We developed an aIVBBB to study CCR5 expression during transmigration in the early stages of neuroinflammation, as endothelial activation influences leukocyte trafficking in vivo. Using concentrations of cytokines present during inflammation in vivo is important, as non-physiological doses may up-regulate inflammatory molecules that are not produced during disease. Furthermore, endothelial cell apoptosis can be induced by cytokines [40, 42], so it is of importance to use cytokine concentrations that maintain the physiologic state of THBMECs without committing them to apoptosis [40]. The effect of cytokine activation on the functional characteristics of the IVBBB is depicted in Figure 5. CCL5 secretion by the aIVBBB augmented the spontaneous migration of CD14+ monocytes and CD3+ T-cells (with increased selectivity of CCR5+ T-cells) relative to the basal IVBBB, with a reduced mean percentage and number of CD14+ CCR5+ monocytes reflecting ligand-induced receptor down-regulation (Table 2a).

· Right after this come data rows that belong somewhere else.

import { DataList, Flex, Text } from '@radix-ui/themes';
import type { CalculatorInfo, InputSpec } from '@skyledger/calc';
import type { DatasetSeriesRef, WorkingView } from '@skyledger/contracts';
import { inputText } from '../format-values';
import { seriesShown } from '../series-values';
import { DatasetRefLink } from './dataset-ref-link';

type Refs = readonly DatasetSeriesRef[];

function SeriesValue({ value, refs }: { value: unknown; refs: Refs }) {
  const shown = seriesShown(value, refs);
  const unpaired = refs.length > 0 && shown.every((series) => series.ref === null);
  return (
    <Flex direction="column" gap="1">
      {shown.map((series, index) => (
        <Text key={index} size="2">
          {series.name ? <Text weight="medium">{series.name}: </Text> : null}
          {series.ref ? (
            <>
              <DatasetRefLink datasetRef={series.ref} />,{' '}
            </>
          ) : null}
          {series.span}
        </Text>
      ))}
      {unpaired
        ? refs.map((ref) => (
            <Text key={`${ref.dataset}:${ref.column}`} size="2">
              Read from <DatasetRefLink datasetRef={ref} />
            </Text>
          ))
        : null}
    </Flex>
  );
}

function InputValue({
  spec,
  value,
  refs,
}: {
  spec: InputSpec | undefined;
  value: unknown;
  refs: Refs;
}) {
  if (spec?.kind === 'series' || spec?.kind === 'seriesList' || refs.length > 0) {
    return <SeriesValue value={value} refs={refs} />;
  }
  return <Text className="sl-pre-line sl-break">{inputText(spec, value)}</Text>;
}

/** The inputs the server ran with, in the calculator's order, each with its unit. */
export function WorkingInputs({
  working,
  calculator,
}: {
  working: WorkingView;
  calculator: CalculatorInfo | undefined;
}) {
  const specs = calculator?.inputs ?? [];
  const names = [
    ...specs.map((spec) => spec.name).filter((name) => name in working.inputs),
    ...Object.keys(working.inputs).filter((name) => !specs.some((spec) => spec.name === name)),
  ];
  return (
    <DataList.Root orientation={{ initial: 'vertical', sm: 'horizontal' }} size="2">
      {names.map((name) => {
        const spec = specs.find((candidate) => candidate.name === name);
        return (
          <DataList.Item key={name}>
            <DataList.Label minWidth="14rem">{spec?.label ?? name}</DataList.Label>
            <DataList.Value>
              <InputValue
                spec={spec}
                value={working.inputs[name]}
                refs={working.datasetRefs?.[name] ?? []}
              />
            </DataList.Value>
          </DataList.Item>
        );
      })}
    </DataList.Root>
  );
}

We observed CCR5 up-regulation on monocytes during the transmigration assay, suggesting activation of this subpopulation. This activation may have occurred as a consequence of monocyte culture [16], or secondary to monocyte-endothelial interactions during the transmigration assay, or both. The process of migration, in itself, did not induce monocyte CCR5 expression in this study, as CCL2-driven transmigration did not up-regulate CCR5. There was no change on CCR5 expression on T-cells during the transmigration assays without added chemokine, suggesting differential regulation of CCR5 in these mononuclear cell subpopulations. CCR5 down-regulation occurred on both monocytes (based on the numbers of receptor-positive cells) and T-cells (based on MFI, a marker of receptor density) following CCL5-driven migration, suggesting that CCL5-CCR5 interactions occurred during monocyte and T-cell migration across the IVBBB.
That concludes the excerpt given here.